All lines below containing the string "invented" are to be copied.

_____

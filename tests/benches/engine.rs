//! Criterion benches of the engine's hot paths: the controller update
//! (32-reading window), every path-loss and fade-margin function, the frame
//! decoder on an in-memory log and the replay step.
//!
//! `cargo bench -p headroom-tests --bench engine` (release profile, LTO).
//! Throughputs are reported per element (update, call, record). The
//! inputs are invented but realistic: a sub-GHz node's link, an indoor
//! office, a Ku-band slant path.

use std::hint::black_box;

use criterion::{criterion_group, criterion_main, BatchSize, Criterion, Throughput};
use headroom::control::Replay;
use headroom::fading::{self, FadingModel};
use headroom::propagation::{
    self as prop, Extrapolation, HataEnvironment, IndoorEnvironment, SlantPath, TwoRayForm,
};
use headroom::record::codec::{Encoder, Event, FrameDecoder, MAX_FRAME};
use headroom::record::{LogHeader, LogRecord};
use headroom::units::{Db, Hertz, Metres};

#[allow(dead_code)] // each bench uses part of the shared helpers
mod common;

fn controller(c: &mut Criterion) {
    let mix = common::observation_mix(common::MIX_LEN);
    let fresh = common::controller();
    let mut g = c.benchmark_group("controller");
    g.throughput(Throughput::Elements(mix.len() as u64));
    g.bench_function("update_w32_mix", |b| {
        b.iter(|| {
            let mut ctl = fresh;
            for obs in &mix {
                black_box(ctl.update(black_box(obs)));
            }
            ctl.tx()
        })
    });
    g.finish();
    println!(
        "controller state: size_of::<Controller<{}>>() = {} bytes",
        common::W,
        core::mem::size_of::<headroom::control::Controller<{ common::W }>>()
    );
}

/// Benches a call that must succeed on these inputs (a failure is a bug in
/// the bench inputs, reported loudly rather than timed).
macro_rules! call {
    ($g:expr, $name:literal, $e:expr) => {
        if let Err(err) = $e {
            panic!("{}: bench input refused: {err}", $name);
        }
        $g.bench_function($name, |b| b.iter(|| black_box($e)));
    };
}

fn propagation(c: &mut Criterion) {
    let f = black_box(Hertz(868e6));
    let d = black_box(Metres(2_500.0));
    let ht = black_box(Metres(30.0));
    let hr = black_box(Metres(1.5));
    let office = match prop::indoor_coefficients(Hertz(1.9e9), IndoorEnvironment::Office) {
        Ok(c) => c,
        Err(e) => panic!("indoor coefficients: {e}"),
    };
    let path = SlantPath {
        rain_rate_001: 42.0,
        rain_height_km: 4.1,
        station_height_km: 0.2,
        latitude_deg: 47.0,
        elevation_deg: 33.0,
        frequency: Hertz(12e9),
        tilt_deg: 45.0,
    };
    let mut g = c.benchmark_group("propagation");
    g.throughput(Throughput::Elements(1));
    call!(g, "free_space_path_loss", prop::free_space_path_loss(f, d));
    call!(
        g,
        "log_distance",
        prop::log_distance(f, d, Metres(1.0), None, black_box(2.9))
    );
    call!(
        g,
        "okumura_hata",
        prop::okumura_hata(
            f,
            d,
            ht,
            hr,
            HataEnvironment::Suburban,
            Extrapolation::Refuse
        )
    );
    call!(
        g,
        "cost231_hata",
        prop::cost231_hata(
            black_box(Hertz(1.8e9)),
            d,
            ht,
            hr,
            false,
            Extrapolation::Refuse
        )
    );
    call!(
        g,
        "two_ray_exact",
        prop::two_ray(f, d, ht, hr, TwoRayForm::Exact { reflection: -1.0 })
    );
    call!(
        g,
        "two_ray_asymptotic",
        prop::two_ray(f, d, ht, hr, TwoRayForm::Asymptotic)
    );
    call!(g, "two_ray_crossover", prop::two_ray_crossover(f, ht, hr));
    call!(
        g,
        "indoor_coefficients",
        prop::indoor_coefficients(black_box(Hertz(1.9e9)), IndoorEnvironment::Office)
    );
    call!(
        g,
        "itu_indoor",
        prop::itu_indoor(black_box(Hertz(1.9e9)), black_box(Metres(35.0)), 2, &office)
    );
    call!(
        g,
        "rain_coefficients",
        prop::rain_coefficients(black_box(Hertz(12e9)), 45.0, 33.0)
    );
    call!(
        g,
        "rain_specific_attenuation",
        prop::rain_specific_attenuation(black_box(Hertz(12e9)), black_box(25.0), 45.0, 33.0)
    );
    call!(
        g,
        "rain_attenuation_exceeded",
        prop::rain_attenuation_exceeded(black_box(&path), black_box(0.01))
    );
    g.finish();
}

fn fading_fns(c: &mut Criterion) {
    let models = [
        ("rayleigh", FadingModel::Rayleigh),
        ("rician_k6", FadingModel::Rician { k_factor: Db(6.0) }),
        ("lognormal_s8", FadingModel::LogNormal { sigma: Db(8.0) }),
        ("composite_s8", FadingModel::Composite { sigma: Db(8.0) }),
    ];
    let mut g = c.benchmark_group("fading");
    g.throughput(Throughput::Elements(1));
    for (name, m) in models {
        let m = black_box(m);
        g.bench_function(format!("outage_for_margin/{name}"), |b| {
            b.iter(|| black_box(fading::outage_for_margin(m, black_box(Db(15.0)))))
        });
        g.bench_function(format!("availability_for_margin/{name}"), |b| {
            b.iter(|| black_box(fading::availability_for_margin(m, black_box(Db(15.0)))))
        });
        g.bench_function(format!("margin_for_availability/{name}"), |b| {
            b.iter(|| black_box(fading::margin_for_availability(m, black_box(0.99))))
        });
        g.bench_function(format!("margin_for_outage/{name}"), |b| {
            b.iter(|| black_box(fading::margin_for_outage(m, black_box(0.01))))
        });
        for (what, r) in [
            (
                "outage_for_margin",
                fading::outage_for_margin(m, Db(15.0)).map(|_| ()),
            ),
            (
                "margin_for_availability",
                fading::margin_for_availability(m, 0.99).map(|_| ()),
            ),
        ] {
            if let Err(e) = r {
                panic!("{what}/{name}: bench input refused: {e}");
            }
        }
    }
    call!(
        g,
        "area_coverage",
        fading::area_coverage(black_box(0.9), Db(8.0), 3.5)
    );
    call!(
        g,
        "edge_probability_for_area",
        fading::edge_probability_for_area(black_box(0.95), Db(8.0), 3.5)
    );
    g.finish();
}

/// Records of an invented log: the bench mix's packets as a device logs them.
fn records(n: usize) -> Vec<LogRecord> {
    use headroom::control::Observation;
    common::observation_mix(n)
        .iter()
        .map(|o| match *o {
            Observation::Feedback {
                t_ms,
                tx,
                rssi,
                noise,
                ..
            } => LogRecord {
                t_ms,
                tx_dbm: Some(tx.0),
                rssi_dbm: Some(rssi.0),
                noise_dbm: Some(noise.0),
                rate: None,
            },
            other => LogRecord {
                t_ms: other.t_ms(),
                tx_dbm: Some(14.0),
                ..Default::default()
            },
        })
        .collect()
}

/// The framed binary bytes of a header and `recs`.
fn encode_log(recs: &[LogRecord]) -> Vec<u8> {
    let mut enc = Encoder::new();
    let mut buf = [0u8; MAX_FRAME + 8];
    let mut out = Vec::new();
    match enc.header(&LogHeader::default(), &mut buf) {
        Ok(b) => out.extend_from_slice(b),
        Err(e) => panic!("encode header: {e}"),
    }
    for r in recs {
        match enc.record(r, &mut buf) {
            Ok(b) => out.extend_from_slice(b),
            Err(e) => panic!("encode record: {e}"),
        }
    }
    out
}

fn codec_and_replay(c: &mut Criterion) {
    let recs = records(common::MIX_LEN);
    let bytes = encode_log(&recs);
    let mut g = c.benchmark_group("log");
    g.throughput(Throughput::Elements(recs.len() as u64));
    g.bench_function("decode_frames", |b| {
        b.iter(|| {
            let mut dec = FrameDecoder::<MAX_FRAME>::new();
            let mut input: &[u8] = black_box(&bytes);
            let mut n = 0u32;
            while let Some(ev) = dec.feed(&mut input) {
                if matches!(ev, Event::Frame { .. }) {
                    n += 1;
                }
            }
            assert_eq!(n as usize, recs.len() + 1, "the decoder lost frames");
            n
        })
    });
    let fresh = match Replay::<{ common::W }>::new(common::config()) {
        Ok(r) => r,
        Err(e) => panic!("replay settings: {e}"),
    };
    g.bench_function("replay_step", |b| {
        b.iter_batched_ref(
            || fresh,
            |rp| {
                for r in &recs {
                    black_box(rp.step(black_box(r)));
                }
            },
            BatchSize::SmallInput,
        )
    });
    g.bench_function("decode_and_replay", |b| {
        b.iter(|| {
            let mut rp = fresh;
            let mut dec = FrameDecoder::<MAX_FRAME>::new();
            let mut input: &[u8] = black_box(&bytes);
            while let Some(ev) = dec.feed(&mut input) {
                if let Event::Frame {
                    frame: headroom::record::codec::Frame::Record(r),
                    ..
                } = ev
                {
                    black_box(rp.step(&r));
                }
            }
            rp.summary().records
        })
    });
    g.finish();
}

criterion_group!(
    benches,
    controller,
    propagation,
    fading_fns,
    codec_and_replay
);
criterion_main!(benches);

_____

▶ THE ANSWER
//! inputs are invented but realistic: a sub-GHz node's link, an indoor
/// Records of an invented log: the bench mix's packets as a device logs them.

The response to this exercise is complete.